Micelio
05001233100020110197401Consejo de Estado · Sección Tercera (Subsección B)Aclaración voto2017-05-24

Radicación interna: 59332 · ACCION DE REPARACION DIRECTA

Ponente: Martin Gonzalo Bermudez Muñoz

Actor: Yudiana Marcela Carmona Arboleda, Luz Mery Carmona Arboleda, Maria Arcely Carmona Arboleda, Robinson Elias Carmona Arboleda, Jhon Kenedy De Jesus Carmona Arboleda, Elquin De Jesus Carmona Arboleda, Eudilson De Jesus Carmona Arboleda, John Eddy Carmona Arboleda, Luz Marina Arboleda De Carmona·Demandado: Cooperativa De Salud Y Desarrollo Integral Coosalud, Antioquia, Ese Hospital General De Medellin

REPÚBLICA DE COLOMBIA CONSEJO DE ESTADO SALA DE LO CONTENCIOSO ADMINISTRATIVO SECCCIÓN TERCERA - SUBSECCIÓN B Bogotá DC, diecinueve (19) de octubre de dos mil veintitrés (2023) Comparto la decisión de la referencia que confirmó la sentencia de primera instancia, por medio de la cual se negaron las pretensiones de la demanda por falta de acreditación de los elementos estructurales de la responsabilidad patrimonial extracontractual del Estado; sin embargo, disiento de las afirmaciones que se hacen en la providencia en relación con el cómputo de la caducidad en este caso concreto las cuales constituyen obiter dicta que no generan fuerza vinculante alguna, más aún si se tiene en cuenta que no incidieron, finalmente, en la decisión que se adoptó por la Sala.

En este asunto, la paciente supo que padecía de disfonía desde el mismo momento de la cirugía (12 de noviembre de 2009); no obstante, solo conoció que era definitiva o permanente (el daño) con la valoración del otorrinolaringólogo, médico especialista, lo cual ocurrió el 19 de noviembre de 2009. En ese orden de ideas, no se está permitiendo extender el inicio del cómputo de la caducidad o prolongarla indefinidamente en el tiempo, como se sostiene erradamente en la providencia, pues, se trata simplemente de aplicar la regla o máxima de la experiencia de que la caducidad no puede computarse hasta tanto no tenga conocimiento del daño, pues, sufrir disfonía con posterioridad a una cirugía no constituye per se la lesión antijurídica ya que, la misma podía ser perfectamente una consecuencia temporal de la extracción de la tiroides de la paciente; en consecuencia, el daño se configura cuando se advierte el carácter permanente de la lesión, tal como lo consideró el tribunal de primera instancia.
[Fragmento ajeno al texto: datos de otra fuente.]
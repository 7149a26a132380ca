/* The results store seen from the evaluator: answers to expensive questions
   (integrals of class expressions) are kept in an embedded database keyed by
   the engine version and a hash of the complete question (results_key.h), so
   that a script run again gets them back at once. The store is opened on
   first use; --no-store (or PSIKAPPA_STORE=off) turns it off and --store PATH
   moves it. */
#include <stdlib.h>
#include <string.h>
#include <time.h>

#include "cancel.h"
#include "diag.h"
#include "engine_version.h"
#include "print.h"
#include "interp.h"
#include "results_key.h"
#include "store.h"
#include "util.h"
#include "results.h"

/* The store keeps answers under the engines' version and the program's, so
   that old answers are never reused and no release reads another's. */
#ifndef PSIKAPPA_PROGRAM_VERSION
#define PSIKAPPA_PROGRAM_VERSION "unknown"
#endif
#define RESULTS_STORE_VERSION RESULTS_ENGINE_VERSION "/" PSIKAPPA_PROGRAM_VERSION

/* Answers computed faster than this are not worth a database write. */
#define RESULTS_MIN_SECONDS 0.05

/* Labels (for people reading the file) are printed only for small classes. */
#define RESULTS_LABEL_NODES 200
#define RESULTS_LABEL_CHARS 200

/* Reports what the store has to say (damage, failed writes) as a note. */
static void results_report(interp *I)
{
    char *note = store_take_note(I->store);
    if (note)
        diag_note(NULL, "%s", note);
    free(note);
}

static store *results_open(interp *I)
{
    if (I->store_off || I->store)
        return I->store;
    char buf[4096];
    const char *path = I->store_path ? I->store_path : store_default_path(buf, sizeof buf);
    char *err = NULL;
    I->store = path ? store_open(path, RESULTS_STORE_VERSION, &err) : NULL;
    if (err)
        diag_note(NULL, "%s", err);
    free(err);
    if (!I->store)
        I->store_off = 1;
    return I->store;
}

/* Whether the class, written out as a tree, has at most `budget` nodes (a
   small expression can stand for a huge tree when parts are shared). */
static int results_tree_small(const cx *e, slong *budget)
{
    for (; e; e = e->kind == CX_SCALAR ? NULL : e->a) {
        if (--*budget < 0)
            return 0;
        if (e->kind != CX_SCALAR && e->b && !results_tree_small(e->b, budget))
            return 0;
    }
    return 1;
}

int results_question_integral(interp *I, slong g, slong n, const cx *e, results_question *q)
{
    memset(q, 0, sizeof *q);
    if (I->store_off || !results_key_integral(&I->ring, g, n, e, q->key))
        return 0;
    slong budget = RESULTS_LABEL_NODES;
    if (results_tree_small(e, &budget)) {
        char *c = print_class(e, &I->ring);
        q->label = xasprintf("int_{%ld,%ld} %.*s", (long)g, (long)n, RESULTS_LABEL_CHARS, c);
        free(c);
    } else {
        q->label = xasprintf("int_{%ld,%ld} (a class of %ld nodes)", (long)g, (long)n, (long)results_key_last_nodes());
    }
    return 1;
}

void results_question_clear(results_question *q)
{
    free(q->label);
    q->label = NULL;
}

int results_lookup(interp *I, const results_question *q, fmpq_mpoly_t out)
{
    if (cancel_flag)   /* the time is up: no wait on the store's lock either */
        return 0;
    store *S = results_open(I);
    char *answer = NULL;
    int hit = S && store_get(S, q->key, &answer) == 1;
    results_report(I);
    int ok = hit && scalar_deserialise(out, answer, &I->ring);
    free(answer);
    return ok;
}

void results_save(interp *I, const results_question *q, const fmpq_mpoly_t value, double seconds)
{
    if ((seconds < RESULTS_MIN_SECONDS && !I->store_always) || cancel_flag)
        return;
    store *S = results_open(I);
    if (!S)
        return;
    char *text = scalar_serialise(value, &I->ring);
    store_put(S, q->key, q->label, text);
    free(text);
    results_report(I);
}

int results_lookup_text(interp *I, const char *key, char **answer)
{
    *answer = NULL;
    if (cancel_flag)
        return 0;
    store *S = results_open(I);
    int hit = S && store_get(S, key, answer) == 1;
    results_report(I);
    return hit;
}

int results_save_text(interp *I, const char *key, const char *label, const char *text, double seconds)
{
    if ((seconds < RESULTS_MIN_SECONDS && !I->store_always) || cancel_flag)
        return 0;
    store *S = results_open(I);
    int ok = S && store_put(S, key, label, text);
    results_report(I);
    return ok;
}

int results_begin(interp *I)
{
    return store_begin(results_open(I));
}

void results_end(interp *I)
{
    store_end(I->store);
    results_report(I);
}

double results_clock(void)
{
    struct timespec t;
    clock_gettime(CLOCK_MONOTONIC, &t);
    return (double)t.tv_sec + 1e-9 * (double)t.tv_nsec;
}

void results_close(interp *I)
{
    if (I->store)
        store_close(I->store);
    I->store = NULL;
}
Así las cosas, considero que la providencia no debió realizar aserciones frente al fenómeno procesal de la caducidad de la acción, en tanto constituyen obiter dicta que no generan fuerza vinculante de precedente jurisprudencial, por cuanto, finalmente, el plazo de caducidad se computó de manera adecuada desde el 19 de noviembre de 2009, esto es, desde el momento en que la paciente conoció el daño antijurídico sufrido dado que el médico especialista le confirmó que la disfonía era de carácter permanente.

FREDY IBARRA MARTÍNEZ Magistrado (Firmado electrónicamente) Constancia: la presente aclaración fue firmada electrónicamente por el suscrito magistrado en la plataforma SAMAI, en consecuencia, se garantiza la autenticidad, integridad, conservación y posterior consulta de conformidad con los artículos 1 y 2 de la Ley 2213 de 2022.